На столе блестит швейная машинка: светленькое, в дырках колесо, желтая деревянная ручка, отполированная пальцами, задвижка над челноком.
Стало холодно ногам в шерстяных чулках: Наста стояла на голом полу. Садиться за шитье не хотелось: слипаются веки, болят руки. Болят концы пальцев: обрубливая, подгибаешь холст, прижимаешь, чтобы не выскакивали из-под лапки у машинки рубцы. Всю неделю не вылезала, из-за машинки — детей только кормила и скотину.
Стучит несмазанная машинка, трудно крутить ручку. Давно уже кончилось в масленке масло. А теперь где его достанешь? Партизаны обещали и не принесли. А где они возьмут, проси не проси.
Стучит машинка и не тянет: рубец толстый. Хоть бы иголку не сломать — последняя.
Наста перестает крутить ручку и, положив ладонь сверху колеса, крутит его ладонью.
Иголка лезет в рубец, не гнется. Под пальцами встает серый холст — попался партизанам под руку чей-то неотбеленный или, может, кто сам принес, не пожалел.
Рвется верхняя нитка — рвет иголка, не протягивает через толстый рубец, хоть ты бросай и перешивай потом руками.
А сколько еще надо шить.
Самое трудное — при таком свете вдеть в ушко нитку. Иголка становится тонкая, и не видно ушка, едва поймаешь его.
Дрожит рука, трясется, натруженная,— даже ножницы не сожмешь, когда кроишь.
Машинка стучит без передышки, когда гонишь шов по спине халата сверху вниз; дрожит стол, когда одним махом обрубаешь подол вразгонку, сбрасывая остатки скатерти на пол. Нагнешься, чтобы поднять их из-под ног, и чувствуешь, как кружится голова.

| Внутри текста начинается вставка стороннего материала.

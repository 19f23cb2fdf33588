import { expandedUncertainty, judge } from '../../procedures/calculations';
import { checkValues, expectWithin, numberOf } from './check-values';

describe('expanded uncertainty', () => {
  it.each(
    checkValues('i', 'distribution', 'half_width').filter(([, { inputs }]) => inputs['distribution'] === 'rectangular'),
  )('%s', (_title, value) => {
    expectWithin(value, 'u', expandedUncertainty({ accuracy: numberOf(value.inputs, 'half_width'), k: 1 }));
  });

  it.each(checkValues('i', 'resolution'))('%s', (_title, value) => {
    expectWithin(value, 'u', expandedUncertainty({ resolution: numberOf(value.inputs, 'resolution'), k: 1 }));
  });

  it.each(checkValues('i', 'type_a_u', 'rectangular_half_width'))('%s', (_title, value) => {
    const accuracy = numberOf(value.inputs, 'rectangular_half_width');
    const repeatDeviation = numberOf(value.inputs, 'type_a_u');
    expectWithin(value, 'u_rect', expandedUncertainty({ accuracy, k: 1 }));
    expectWithin(value, 'u_combined', expandedUncertainty({ accuracy, repeatDeviation, k: 1 }));
  });

  it.each(checkValues('i', 'components'))('%s', (_title, value) => {
    const components = value.inputs['components'] as Record<string, unknown>[];
    const sources = {
      resolution: numberOf(components[0]!, 'resolution'),
      accuracy: numberOf(components[1]!, 'half_width'),
    };
    expectWithin(value, 'u_combined', expandedUncertainty({ ...sources, k: 1 }));
    expectWithin(value, 'U', expandedUncertainty({ ...sources, k: numberOf(value.inputs, 'k') }));
  });
});

describe('decisions with a guard band', () => {
  const verdicts: Record<string, string> = { accept: 'in', reject: 'out', inconclusive: 'too-close' };
  const limit = (name: 'low' | 'high', found: unknown) => (found === null ? {} : { [name]: Number(found) });

  it.each(checkValues('i', 'guard_band'))('%s', (_title, { inputs, expected }) => {
    const verdict = judge({
      value: numberOf(inputs, 'y'),
      uncertainty: numberOf(inputs, 'U'),
      ...limit('low', inputs['lower_limit']),
      ...limit('high', inputs['upper_limit']),
    });
    expect(verdict).toBe(verdicts[String(expected['decision'])]);
  });
});
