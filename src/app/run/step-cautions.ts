import type { Caution, Step } from '../../../procedures/document';
import type { RunView } from './run-view';

/** A step's cautions in the order in which they are numbered: on the start card those that hold throughout come first. */
export function cautionsOf({ procedure }: Pick<RunView, 'procedure'>, step: Step): readonly Caution[] {
  const own = step.cautions ?? [];
  return step.kind === 'start' ? [...procedure.document.start.throughout, ...own] : own;
}

/** The place of the first caution that was not acknowledged in this claim; undefined when none is left. */
export function cautionToRead(run: RunView, step: Step): number | undefined {
  const acknowledged = run.state.current?.id === step.id ? run.state.current.acknowledged : [];
  const place = cautionsOf(run, step).findIndex((_, index) => !acknowledged.includes(index));
  return place < 0 ? undefined : place;
}
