import { compiledValveSeal } from '../../support/compiled-valve-seal';
import { fineGear, gaugeG12, gaugeG7 } from '../../support/ossenholt-gear';
import { readRamp } from '../../support/ramp-file';
import { driveRun, type Row } from '../../support/run-driver';
import { codesClearedAfter, coldToAir, gaugeAtZero, otherHalfNext, sensorsInBand } from '../../support/valve-seal-rows';

/** The same ramp at the same marks: only the gauge that it was read with differs. */
describe('the gauge decides what can be judged', () => {
  const procedure = compiledValveSeal();
  const ramp: Row = ['11', { listen: readRamp('demo-warm-seals'), begins: 13, stops: 54.4 }];
  const quiet: Row = ['12b', { choose: ['stillQuiet'] }];
  const closing: readonly Row[] = [...gaugeAtZero, ...codesClearedAfter, ...otherHalfNext];

  const fine = driveRun({
    procedure,
    half: 'cold',
    gear: { ...fineGear, gauge: gaugeG12 },
    table: [...coldToAir, ...sensorsInBand, ramp, quiet, ...closing],
  });
  const coarse = driveRun({
    procedure,
    half: 'cold',
    gear: { ...fineGear, gauge: gaugeG7 },
    table: [...coldToAir, ...sensorsInBand, ramp, ramp, ramp, quiet, ...closing],
  });

  it('calls the seal point in band with 0.1 kPa steps and too close with 1 kPa steps', () => {
    expect(fine.state.values['sealPoint']?.judgement?.result).toBe('in');
    expect(coarse.state.values['sealPoint']?.judgement?.result).toBe('too-close');
    expect(fine.state.finding).toBe('seals');
    expect(coarse.state.finding).toBe('sealsTooClose');
  });

  it('changes the uncertainty and hardly the figure', () => {
    const sharp = fine.state.values['sealPoint']!;
    const blunt = coarse.state.values['sealPoint']!;
    // JCGM 100:2008, 4.3.7: the gauge's accuracy alone, rectangular, k = 2, is 2 x 1.5 / sqrt(3) = 1.73 kPa.
    expect(blunt.uncertainty / 1000).toBeGreaterThan(1.73);
    expect(sharp.uncertainty / 1000).toBeLessThan(1);
    expect(Math.abs(blunt.value - sharp.value)).toBeLessThanOrEqual(sharp.uncertainty);
  });

  it('leaves the sensors as they were', () => {
    expect(coarse.state.values['manifoldPressure']?.judgement).toEqual(
      fine.state.values['manifoldPressure']?.judgement,
    );
  });
});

Когда перестает стрекотать машинка, слышно, как мечутся на кровати за печкой дети и стучит в хлеву корова. Потягивается на печке кошка — шуршит лучиной. Трубит в трубе ветер, гоняет вьюшку, она звенит, как пустая сковородка на шестке, и тогда от окна еще холоднее. Хоть возьми да пересядь на середину хаты, но тогда будет далеко лампа и не разглядишь рубец. Если бы пойти в сени, найти проволоку и опустить ниже лампу, но где ты ее впотьмах найдешь? Валяется где-то возле двери дужка от ведра, но она кривая, выпрямлять надо — наделаешь шуму и разбудишь детей.
Машинка рвет из-под пальцев шитье, не удержать; стучит в окна ветер; пошел снег, густой, к оттепели; на подоконнике намело сугроб— замуровало все окно.
Опять стучит у колодца бадья; забыла, не закрепила ее, когда была во дворе; за окном завывает ветер — будто это волки под Корчеватками.
На улице за огородом снова на снегу появились сани. За ними идут кучкой люди.
Наста подумала, что дорогу совсем занесло, не проехать; что до утра сугробы наметет на улице вровень с крышами, что партизаны все равно валят и валят из лесу, спешат куда-то: гарнизон, наверно, едут громить в Западную, раз все в белых халатах.
Бегут по сугробам за санями, да на таком морозе, а что у них за обувь? И что под халатами? Полушубки. Хорошо, если новые... В такую погоду ни полушубки, ни валенки не спасут. Волки и те выбираются из лесу ближе к жилью. И волков пробирает насквозь, а это же люди, некоторые совсем еще дети, на печи бы им сидеть.
Положив на сундук халат, широкий, твердый, Наста почувствовала, что озябла, никак не может согреться. Подошла к печи, накрыла детей — натянула на них одеяла и снова вернулась к столу. Набросила на плечи платок; достала из сундука новую катушку ниток, надела ее на шпенек машинки. Подтянула к себе лежавший сверху скроенный рукав.
Когда снова застучала машинка, Насте показалось, что брякнула в сенях щеколда. Она подумала было, что это ветер дует прямо в дверь, но сильно забарабанили в окно.
Она подбежала к порогу и, толкнув в сени дверь, спросила, как всегда:
— Кто там?
— Открой, хозяйка... Свои. Сухов...
За дверью разговаривали мужики, топали ногами — казалось, их полон двор.
Наста отодвинула засов — ветер вырвал из рук дверь, и она стукнулась о стену. В сени повалил снег, его нанесло до самого порога.
В хату входили партизаны. Наста стояла у порога, от холода не слыша, что они говорят. Потом вернулась к столу, где стояла машинка и лежали сшитые халаты.